図1 「R-Car H1」の機能ブロック図 図1 「R-Car H1」の機能ブロック図 

 ルネサス エレクトロニクスの自動車システム統括部で自動車システム技術部の部長を務める平尾眞也氏は、「車載情報機器向けSoC市場において、国内外ともに圧倒的トップに位置するルネサスとして、R-Carの最上位品となるR-Car H1には、今後発売される高級カーナビや高級車の車載情報機器に求められるような機能を実現できるような高い処理性能と周辺回路を付与した」と語る。

図2 「R-Car H1」のプロセッサの処理性能 図2 「R-Car H1」のプロセッサの処理性能 

 平尾氏が「業界最高」と主張するプロセッサの処理能力は、約12GIPS(1GIPSは1秒間に10億回の命令を処理する能力)を達成した。同社が、これまで車載情報機器向けSoCの最上位品に位置づけてきた「SH-Navi3」の約6倍となる(図2)。搭載するプロセッサコアは、アプリケーション処理用のプロセッサコアとしてARMの「Cortex-A9」コアを4個と、リアルタイム性を求められる処理を行うサブプロセッサとしてSH4-Aコアを1個の合計5個である。Cortex-A9コアの動作周波数は1GHzで、4個のコアを合計した処理能力は10GIPSに達する。一方、SH4-Aコアの動作周波数は800MHzで、処理性能は1.76GIPSである。これらを単純合計すると11.76GIPSとなる。

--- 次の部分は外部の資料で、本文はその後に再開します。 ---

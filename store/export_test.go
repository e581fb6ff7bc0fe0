package store

// PackedBins is packedBins, for the external tests.
var PackedBins = packedBins
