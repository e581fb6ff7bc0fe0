package store

import (
	"context"
	"encoding/json"
	"time"

	"github.com/rotorwright/rotorwright/fleet"
)

// FitmentJSONSQL is the one query behind FitmentJSON ($1 airframe, $2
// moment): the layout's positions, the parts fitted then as the JSON the
// API sends (Fitment's parts; fitted_at in UTC written as Go writes RFC 3339,
// trailing zeros of the fraction trimmed, which to_json does too), and the
// fitted kinds and positions for the empty places. No row: no such airframe.
// Exported so the benchmark runs the same SQL as its floor.
const FitmentJSONSQL = `
		SELECT l.positions, coalesce(x.parts, '[]'), coalesce(x.kinds, '{}'), coalesce(x.places, '{}')
		FROM airframes a JOIN layouts l ON l.name = a.layout, LATERAL (
			SELECT json_agg(json_build_object('position', f.position, 'kind', f.kind, 'part_id', p.id,
				'serial', p.serial, 'part_number', p.part_number, 'lot', p.lot,
				'fitted_at', (to_json(lower(f.during) AT TIME ZONE 'UTC') #>> '{}') || 'Z')
				ORDER BY f.kind, f.position) AS parts,
				array_agg(f.kind) AS kinds, array_agg(f.position) AS places
			FROM fits f JOIN parts p ON p.id = f.part_id
			WHERE f.airframe_id = a.id AND f.during @> $2::timestamptz) x
		WHERE a.id = $1`

// FitmentJSON is Fitment's parts and empty places as JSON arrays in one
// round trip; the parts come as the database wrote them, never decoded.
func (db *DB) FitmentJSON(ctx context.Context, airframeID string, at time.Time) (parts, empty []byte, err error) {
	var positions []byte
	var kinds, places []string
	err = db.pool.QueryRow(ctx, FitmentJSONSQL, airframeID, at).Scan(&positions, &parts, &kinds, &places)
	if err != nil {
		return nil, nil, translateNotFound(err, "airframe")
	}
	l := &fleet.Layout{}
	if err := json.Unmarshal(positions, &l.Positions); err != nil {
		return nil, nil, err
	}
	fitted := make([]fleet.FittedPart, len(kinds))
	for i := range kinds {
		fitted[i] = fleet.FittedPart{Kind: fleet.PartKind(kinds[i]), Position: places[i]}
	}
	if empty, err = json.Marshal(EmptyPlaces(l, fitted)); err != nil {
		return nil, nil, err
	}
	return parts, empty, nil
}
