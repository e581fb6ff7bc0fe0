package store_test

import (
	"context"
	"encoding/json"
	"math"
	"math/rand/v2"
	"testing"

	"github.com/jackc/pgx/v5"
	"github.com/jackc/pgx/v5/pgtype"

	"github.com/rotorwright/rotorwright/internal/pgtest"
	"github.com/rotorwright/rotorwright/store"
)

// TestBinsPackedMatchesArray holds motor_runs.bins_packed (migration 023),
// as RotorRunsOf decodes it in either format, to motor_bins_array (held to
// encoding/json by TestBinsArrayMatchesJSON) bit for bit, NULLs in place:
// awkward doubles, a null and a missing thrust, an empty list, and random
// bins written as the ingest writes them.
func TestBinsPackedMatchesArray(t *testing.T) {
	pool := pgtest.NewPool(t)
	ctx := context.Background()
	f := func(v float64) *float64 { return &v }
	var bins [][]jsonBin
	for i, x := range []float64{0, 1e-07, 5e-324, 2.2250738585072014e-308, math.MaxFloat64, 0.1,
		0.30000000000000004, 123456789.12345678, 1e21, 9007199254740993} {
		bins = append(bins, []jsonBin{{RPMLo: x, RPMHi: float64(i), Seconds: x / 3, Revolutions: x * 0.7, MeanThrustN: f(x)}, {RPMLo: 1, Seconds: x}})
	}
	rng := rand.New(rand.NewPCG(3, 4))
	for range 100 {
		var b []jsonBin
		for range 6 {
			b = append(b, jsonBin{RPMLo: rng.Float64() * 1e4, RPMHi: rng.Float64() * 1e4, Seconds: rng.ExpFloat64(),
				Revolutions: rng.NormFloat64() * 1e5, MeanThrustN: f(rng.Float64())})
		}
		bins = append(bins, b)
	}
	raws := []string{`[]`, `[{"rpm_hi": 2, "seconds": 1.5, "revolutions": 3}]`}
	for _, b := range bins {
		raw, err := json.Marshal(b)
		if err != nil {
			t.Fatal(err)
		}
		raws = append(raws, string(raw))
	}
	for _, mode := range []pgx.QueryExecMode{pgx.QueryExecModeCacheStatement, pgx.QueryExecModeSimpleProtocol} {
		for _, raw := range raws {
			var want []*float64
			if err := pool.QueryRow(ctx, `SELECT motor_bins_array($1::jsonb)`, raw).Scan(&want); err != nil {
				t.Fatal(err)
			}
			rows, err := pool.Query(ctx, `SELECT motor_bins_packed($1::jsonb)`, mode, raw)
			if err != nil {
				t.Fatal(err)
			}
			if !rows.Next() {
				t.Fatal(rows.Err())
			}
			got, err := store.PackedBins(rows.FieldDescriptions()[0].Format, rows.RawValues()[0])
			rows.Close()
			if err != nil {
				t.Fatalf("%v %s: %v", mode, raw, err)
			}
			if got == nil || len(got) != len(want) {
				t.Fatalf("%v %s: %d values (nil %v), want %d", mode, raw, len(got), got == nil, len(want))
			}
			for i, w := range want {
				g := got[i]
				if (g == nil) != (w == nil) || (g != nil && math.Float64bits(*g) != math.Float64bits(*w)) {
					t.Errorf("%v %s: value %d: packed %v, array %v", mode, raw, i, deref(g), deref(w))
				}
			}
		}
	}
}

// TestPackedBinsRefuses: a NULL, an unknown tag and a value cut short are
// errors, not zeros.
func TestPackedBinsRefuses(t *testing.T) {
	for name, b := range map[string][]byte{
		"null":      nil,
		"tag":       {2},
		"short":     {1, 0, 0, 0},
		"after one": {0, 1, 0x3f, 0xf0, 0, 0, 0, 0, 0},
	} {
		if got, err := store.PackedBins(pgtype.BinaryFormatCode, b); err == nil {
			t.Errorf("%s: %v, want an error", name, got)
		}
	}
	got, err := store.PackedBins(pgtype.BinaryFormatCode, []byte{0, 1, 0x3f, 0xf0, 0, 0, 0, 0, 0, 0})
	if err != nil || len(got) != 2 || got[0] != nil || *got[1] != 1 {
		t.Errorf("null then 1: %v, %v", got, err)
	}
}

 現在までに発表されている車載情報機器向けSoCでR-Car H1と並ぶ処理性能を持つのは、Freescale Semiconductorの「i.MX 6Quad」だけである。i.MX 6Quadは、動作周波数が1.2GHzで、Cortex-A9コアを4個搭載することから、処理性能は最大で12GIPSに達すると見られる。ただし、「i.MX 6シリーズ」のサンプル出荷時期は2011年末となっている。

図3 「R-Car H1」のグラフィックスの処理性能 図3 「R-Car H1」のグラフィックスの処理性能 

 また、R-Car H1は、グラフィックス性能についても大幅な強化を図った。R-Carでの全てに搭載されているImagination Technologiesのグラフィックスエンジン「PowerVRシリーズ」の中でも、3Dグラフィックスの処理性能が83メガポリゴン/秒となるデュアルコア構成の「PowerVRSGX543MP2」を採用している。この処理性能はSH-Navi3の約8倍に達する(図3)。これにより、さらに高度な3Dグラフィックスを用いたGUI(Graphical User Interface)を実現できるという。ほかにも、1080p(1920×1080画素、60フレーム/秒、プログレッシブ)の高品位(HD)映像のデコードを行える回路「VDP1」や、I/P(Interlace/Progressive)変換やガンマ補正などの画質補正機能に対応するイメージエンハンサ「VSP1」を搭載した。マルチメディア関連では、7.1チャネルサラウンドのオーディオ再生が可能な回路「SRU(サウンドルーティングユニット)」も搭載している。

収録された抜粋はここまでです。